机译：Simsem：与语义类别歧义有关的快速近似字符串

获取原文

页面导航

摘要
著录项
相似文献
相关主题

摘要

In this study we investigate the merits of fast approximate string matching to address challenges relating to spelling variants and to utilise large-scale lexical resources for semantic class disambiguation. We integrate string matching results into machine learning-based disambiguation through the use of a novel set of features that represent the distance of a given textual span to the closest match in each of a collection of lexical resources. We collect lexical resources for a multitude of semantic categories from a variety of biomedi-cal domain sources. The combined resources, containing more than twenty million lexical items, are queried using a recently proposed fast and efficient approximate string matching algorithm that allows us to query large resources without severely impacting system performance. We evaluate our results on six corpora representing a variety of disambiguation tasks.

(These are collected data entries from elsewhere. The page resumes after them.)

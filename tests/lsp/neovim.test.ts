// A real editor: Neovim from Debian (0.7) runs headless with tests/lsp/nvim/init.lua, starts
// `npx ferrule lsp --stdio` through its built-in LSP client, opens the demo header, waits for
// diagnostics and writes them (and a hover) to a file that this test reads.

import { describe, expect, test } from "vitest";
import { spawn, spawnSync } from "node:child_process";
import * as fs from "node:fs";
import * as os from "node:os";
import * as path from "node:path";
import { fileURLToPath } from "node:url";

const ROOT = path.resolve(path.dirname(fileURLToPath(import.meta.url)), "../..");
const haveNvim = spawnSync("nvim", ["--version"]).status === 0;

function runNvim(env: Record<string, string>, timeoutMs = 150_000): Promise<{ code: number | null; out: string; stderr: string }> {
  const tmp = fs.mkdtempSync(path.join(os.tmpdir(), "ferrule-nvim-"));
  const out = path.join(tmp, "out.txt");
  const xdg = { XDG_CONFIG_HOME: path.join(tmp, "config"), XDG_DATA_HOME: path.join(tmp, "data"), XDG_STATE_HOME: path.join(tmp, "state"), XDG_CACHE_HOME: path.join(tmp, "cache") };
  return new Promise((resolve) => {
    const p = spawn("nvim", ["--headless", "--clean", "-n", "-i", "NONE", "-u", path.join(ROOT, "tests/lsp/nvim/init.lua")], {
      cwd: tmp, env: { ...process.env, ...xdg, ...env, FERRULE_ROOT: ROOT, FERRULE_OUT: out }, stdio: ["ignore", "pipe", "pipe"], detached: true,
    });
    let stderr = "";
    p.stderr.on("data", (d) => (stderr += d));
    p.stdout.on("data", () => {});
    const timer = setTimeout(() => { try { process.kill(-p.pid!, "SIGKILL"); } catch { /* gone */ } }, timeoutMs);
    p.on("exit", (code) => {
      clearTimeout(timer);
      try { process.kill(-p.pid!, "SIGKILL"); } catch { /* the server and npx are gone too */ }
      const text = fs.existsSync(out) ? fs.readFileSync(out, "utf8") : "";
      fs.rmSync(tmp, { recursive: true, force: true });
      resolve({ code, out: text, stderr });
    });
  });
}

describe.skipIf(!haveNvim)("Neovim 0.7 built-in LSP client", () => {
  test("shows ferrule's diagnostics on the demo header, and the layout hover", async () => {
    const ws = path.join(ROOT, "test-fixtures/sonar-demo");
    const header = path.join(ws, "include/sonar_kernels.h");
    const lines = fs.readFileSync(header, "utf8").split("\n");
    const hoverLine = lines.findIndex((l) => l.includes("} sonar_detection;"));
    const r = await runNvim({ FERRULE_WS: ws, FERRULE_FILE: header, FERRULE_HOVER_LINE: String(hoverLine), FERRULE_HOVER_COL: "4" });
    expect(r.out, r.stderr).not.toContain("error:");
    const diags = r.out.split("\n").filter((l) => l.startsWith("diag\t")).map((l) => {
      const [, lnum, col, sev, code, msg] = l.split("\t");
      return { lnum: Number(lnum), col: Number(col), sev: Number(sev), code, msg };
    });
    // planted slip #1 of the demo README: `double *output` in the header vs `*mut f32` in Rust
    const proc = lines.findIndex((l) => l.startsWith("int sonar_fir_process("));
    const d = diags.find((x) => x.code === "param-type-mismatch" && x.lnum === proc);
    expect(d, r.out).toBeDefined();
    expect(d!.sev).toBe(1); // vim.diagnostic.severity.ERROR
    expect(d!.col).toBe(lines[proc]!.indexOf("double *output"));
    expect(d!.msg).toContain("sonar_fir_process");
    // slip #3: the const pointee on sonar_fft_mag
    expect(diags.some((x) => x.code === "pointer-constness" && x.lnum === lines.findIndex((l) => l.includes("sonar_fft_mag(")))).toBe(true);
    // hover: the layout table, with the i386 psABI's 4-byte alignment of double members (20 bytes)
    const hover = r.out.split("\n").filter((l) => l.startsWith("hover\t")).map((l) => l.slice(6));
    expect(hover.some((l) => l.startsWith("| size / align") && l.includes("20 / 4") && l.includes("24 / 8")), hover.join("\n")).toBe(true);
  });
});
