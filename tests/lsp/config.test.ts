// Configuration through the language server: `.ferrule.toml` (shared with the CLI) and editor
// settings; bad TOML or a bad key gives a message naming the file and key and ferrule keeps
// working; inline suppressions with a required reason.

import { afterEach, describe, expect, test } from "vitest";
import * as fs from "node:fs";
import * as os from "node:os";
import * as path from "node:path";
import { ROOT, messages, startClient, type Client } from "./client.js";

let c: Client | undefined;
let dir: string | undefined;

function demoCopy(toml?: string): string {
  dir = fs.mkdtempSync(path.join(os.tmpdir(), "ferrule-lspcfg-"));
  fs.cpSync(path.join(ROOT, "test-fixtures/sonar-demo"), dir, { recursive: true });
  if (toml !== undefined) fs.writeFileSync(path.join(dir, ".ferrule.toml"), toml);
  return dir;
}

afterEach(async () => {
  await c?.close();
  c = undefined;
  if (dir) fs.rmSync(dir, { recursive: true, force: true });
});

const header = (d: string) => path.join(d, "include/sonar_kernels.h");
const lineOf = (file: string, needle: string) => fs.readFileSync(file, "utf8").split("\n").findIndex((l) => l.includes(needle));

async function openHeader(d: string, settings?: Record<string, unknown>): Promise<Client> {
  c = await startClient(d, { settings });
  await c.open(header(d));
  await c.waitFor(() => messages(c!, header(d)).length > 0, 60_000, "diagnostics");
  return c;
}

describe("configuration in the editor", () => {
  test("invalid TOML: a message names the file, and ferrule keeps working with the defaults", async () => {
    const d = demoCopy("targets = [\"x86_64-unknown-linux-gnu\"\n");
    const cl = await openHeader(d);
    await cl.waitFor(() => cl.stderr.join("").includes("showMessage"), 10_000, "a message");
    expect(cl.stderr.join("")).toMatch(/\.ferrule\.toml: not valid TOML/);
    // defaults: all targets, so the 32-bit `long` slip (demo README #2) is still found
    expect(messages(cl, header(d)).some((x) => x.code === "param-type-mismatch" && x.range.start.line === lineOf(header(d), "sonar_beam_power("))).toBe(true);
  });

  test("a bad key is named and skipped; the other keys of the file still apply", async () => {
    const d = demoCopy(`targets = ["pdp11-unknown-none"]\n[rules]\npointer-constness = "hint"\n`);
    const cl = await openHeader(d);
    await cl.waitFor(() => cl.stderr.join("").includes("showMessage"), 10_000, "a message");
    expect(cl.stderr.join("")).toContain(".ferrule.toml: key `targets`");
    const pc = messages(cl, header(d)).find((x) => x.code === "pointer-constness");
    expect(pc?.severity).toBe(4); // DiagnosticSeverity.Hint
  });

  test(".ferrule.toml targets: a 64-bit-Linux-only project does not see the 32-bit `long` slip", async () => {
    const d = demoCopy(`targets = ["x86_64-unknown-linux-gnu"]\n[rules]\nparam-type-mismatch = "warning"\n`);
    const cl = await openHeader(d);
    const ds = messages(cl, header(d));
    // long is 8 bytes on x86-64 Linux (LP64, psABI), like i64: no mismatch there
    expect(ds.some((x) => x.range.start.line === lineOf(header(d), "sonar_beam_power(") && x.code === "param-type-mismatch")).toBe(false);
    const pm = ds.find((x) => x.code === "param-type-mismatch" && x.range.start.line === lineOf(header(d), "int sonar_fir_process("));
    expect(pm?.severity).toBe(2); // warning, from [rules]
  });

  test("editor settings (ferrule.rules) turn a rule off", async () => {
    const d = demoCopy();
    const cl = await openHeader(d, { rules: { "pointer-constness": "off" } });
    expect(messages(cl, header(d)).some((x) => x.code === "param-type-mismatch")).toBe(true);
    expect(messages(cl, header(d)).some((x) => x.code === "pointer-constness")).toBe(false);
  });

  test("inline suppression needs a reason", async () => {
    const d = demoCopy();
    const h = header(d);
    const lines = fs.readFileSync(h, "utf8").split("\n");
    const i = lines.findIndex((l) => l.startsWith("int sonar_fir_process("));
    const j = lines.findIndex((l) => l.startsWith("void sonar_fft_mag("));
    lines.splice(j, 0, "/* ferrule: accept pointer-constness */");
    lines.splice(i, 0, "/* ferrule: accept param-type-mismatch because output is converted by a wrapper in this block */");
    fs.writeFileSync(h, lines.join("\n"));
    const cl = await openHeader(d);
    const ds = messages(cl, h);
    expect(ds.some((x) => x.code === "param-type-mismatch" && x.range.start.line === i + 1)).toBe(false);
    // without a reason it suppresses nothing and is itself reported
    expect(ds.some((x) => x.code === "pointer-constness")).toBe(true);
    expect(ds.some((x) => x.code === "suppression-without-reason")).toBe(true);
  });
});
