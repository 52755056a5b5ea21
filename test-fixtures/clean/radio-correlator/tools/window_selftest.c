/* C self-test of the correlator's window kernel: C99 array parameters say how long each buffer
 * is, and the compiler checks the calls. */
#include <math.h>
#include "../include/xc/xc_window.h"

#define XC_SELFTEST_N 16

int xc_window_selftest(void) {
    float ones[XC_SELFTEST_N];
    float shaped[XC_SELFTEST_N];
    for (size_t i = 0; i < XC_SELFTEST_N; i++) ones[i] = 1.0f;
    xc_hann(XC_SELFTEST_N, ones, shaped);
    float single = 1.0f;
    float single_out = -1.0f;
    xc_hann(1, &single, &single_out); /* one sample: no (n - 1) to divide by */
    /* a Hann window is 0 at both ends and 1 in the middle (within rounding) */
    return fabsf(shaped[0]) < 1e-6f && fabsf(shaped[XC_SELFTEST_N - 1]) < 1e-6f && shaped[XC_SELFTEST_N / 2] > 0.9f &&
           fabsf(single_out) < 1e-6f;
}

While the integration of approximate string matching features is shown to substantially improve performance on one corpus, results are modest or negative for others. We suggest possible explanations and future research directions. Our lexical resources and implementation are made freely available for research purposes.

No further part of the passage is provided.